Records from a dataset

Content starts

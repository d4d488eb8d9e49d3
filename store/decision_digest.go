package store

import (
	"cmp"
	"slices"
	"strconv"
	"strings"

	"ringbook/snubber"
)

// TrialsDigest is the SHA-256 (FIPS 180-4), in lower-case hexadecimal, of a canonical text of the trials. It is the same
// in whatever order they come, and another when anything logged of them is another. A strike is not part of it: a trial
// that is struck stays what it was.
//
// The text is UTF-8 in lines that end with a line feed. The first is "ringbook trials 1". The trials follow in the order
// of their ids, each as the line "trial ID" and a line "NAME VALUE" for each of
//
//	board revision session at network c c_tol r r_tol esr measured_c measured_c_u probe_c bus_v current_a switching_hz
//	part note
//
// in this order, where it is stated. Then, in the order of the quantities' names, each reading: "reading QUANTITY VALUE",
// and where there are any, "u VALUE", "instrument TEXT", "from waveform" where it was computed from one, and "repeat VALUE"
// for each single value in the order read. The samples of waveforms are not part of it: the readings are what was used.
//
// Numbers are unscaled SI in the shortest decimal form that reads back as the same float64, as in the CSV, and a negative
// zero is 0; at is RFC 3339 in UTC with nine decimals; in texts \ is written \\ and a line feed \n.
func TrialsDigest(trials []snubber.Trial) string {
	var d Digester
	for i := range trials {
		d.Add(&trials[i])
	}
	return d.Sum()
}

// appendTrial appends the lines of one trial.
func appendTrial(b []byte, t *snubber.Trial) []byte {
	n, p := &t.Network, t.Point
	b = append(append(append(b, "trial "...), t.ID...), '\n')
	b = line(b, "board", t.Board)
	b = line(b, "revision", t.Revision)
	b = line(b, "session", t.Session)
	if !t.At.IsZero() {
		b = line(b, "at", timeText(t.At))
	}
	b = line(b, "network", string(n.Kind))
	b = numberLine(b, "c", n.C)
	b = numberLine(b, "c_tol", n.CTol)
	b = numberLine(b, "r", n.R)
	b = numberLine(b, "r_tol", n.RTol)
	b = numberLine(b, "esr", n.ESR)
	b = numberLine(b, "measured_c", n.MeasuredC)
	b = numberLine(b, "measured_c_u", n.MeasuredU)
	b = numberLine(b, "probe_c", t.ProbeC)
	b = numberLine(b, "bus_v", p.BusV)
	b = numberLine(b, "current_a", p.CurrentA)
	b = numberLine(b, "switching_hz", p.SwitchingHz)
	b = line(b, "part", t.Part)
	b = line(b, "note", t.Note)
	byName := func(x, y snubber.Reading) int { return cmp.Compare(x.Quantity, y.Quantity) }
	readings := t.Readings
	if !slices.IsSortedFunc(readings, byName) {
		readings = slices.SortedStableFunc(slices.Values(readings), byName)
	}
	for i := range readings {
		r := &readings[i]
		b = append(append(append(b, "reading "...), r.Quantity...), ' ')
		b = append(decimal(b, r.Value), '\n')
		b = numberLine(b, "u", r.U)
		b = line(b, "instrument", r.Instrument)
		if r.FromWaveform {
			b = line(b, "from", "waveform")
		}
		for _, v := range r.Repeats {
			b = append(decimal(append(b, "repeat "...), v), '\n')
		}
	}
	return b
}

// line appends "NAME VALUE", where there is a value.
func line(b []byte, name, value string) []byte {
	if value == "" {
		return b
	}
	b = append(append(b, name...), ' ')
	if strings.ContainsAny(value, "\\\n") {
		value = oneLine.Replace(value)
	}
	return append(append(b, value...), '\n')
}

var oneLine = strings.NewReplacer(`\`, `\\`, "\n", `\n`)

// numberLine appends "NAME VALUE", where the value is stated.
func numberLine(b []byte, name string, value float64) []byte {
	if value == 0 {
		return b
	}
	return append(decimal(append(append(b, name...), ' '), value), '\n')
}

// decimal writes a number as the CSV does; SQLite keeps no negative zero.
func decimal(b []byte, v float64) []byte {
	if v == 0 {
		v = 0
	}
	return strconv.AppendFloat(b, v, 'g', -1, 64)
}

Content ends
Content starts

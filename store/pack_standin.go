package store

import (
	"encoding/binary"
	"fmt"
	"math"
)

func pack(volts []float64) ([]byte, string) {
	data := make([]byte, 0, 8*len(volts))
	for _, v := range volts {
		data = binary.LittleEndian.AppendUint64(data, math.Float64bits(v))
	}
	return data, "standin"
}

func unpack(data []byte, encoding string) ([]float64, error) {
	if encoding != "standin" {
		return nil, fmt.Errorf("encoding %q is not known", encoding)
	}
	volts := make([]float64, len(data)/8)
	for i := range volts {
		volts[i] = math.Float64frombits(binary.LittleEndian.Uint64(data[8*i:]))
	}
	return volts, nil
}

Content ends
Content starts

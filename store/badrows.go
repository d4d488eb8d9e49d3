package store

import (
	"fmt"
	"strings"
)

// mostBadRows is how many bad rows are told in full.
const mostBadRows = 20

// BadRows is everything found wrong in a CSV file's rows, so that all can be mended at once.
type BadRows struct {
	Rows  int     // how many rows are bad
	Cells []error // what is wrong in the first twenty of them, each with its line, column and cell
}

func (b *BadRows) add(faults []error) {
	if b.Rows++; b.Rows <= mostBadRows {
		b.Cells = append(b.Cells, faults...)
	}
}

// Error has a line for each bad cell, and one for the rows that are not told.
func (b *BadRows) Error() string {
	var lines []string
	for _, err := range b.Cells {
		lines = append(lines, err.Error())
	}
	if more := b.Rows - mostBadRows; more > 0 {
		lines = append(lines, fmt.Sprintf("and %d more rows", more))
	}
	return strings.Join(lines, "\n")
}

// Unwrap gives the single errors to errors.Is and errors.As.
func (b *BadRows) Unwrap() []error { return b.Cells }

Content ends

- _TASK OBJECTIVE_
What is needed is a count of the lines in the data that contain the word "there"; please give it and no other words.

- _SOLUTION FOR THIS TASK_
2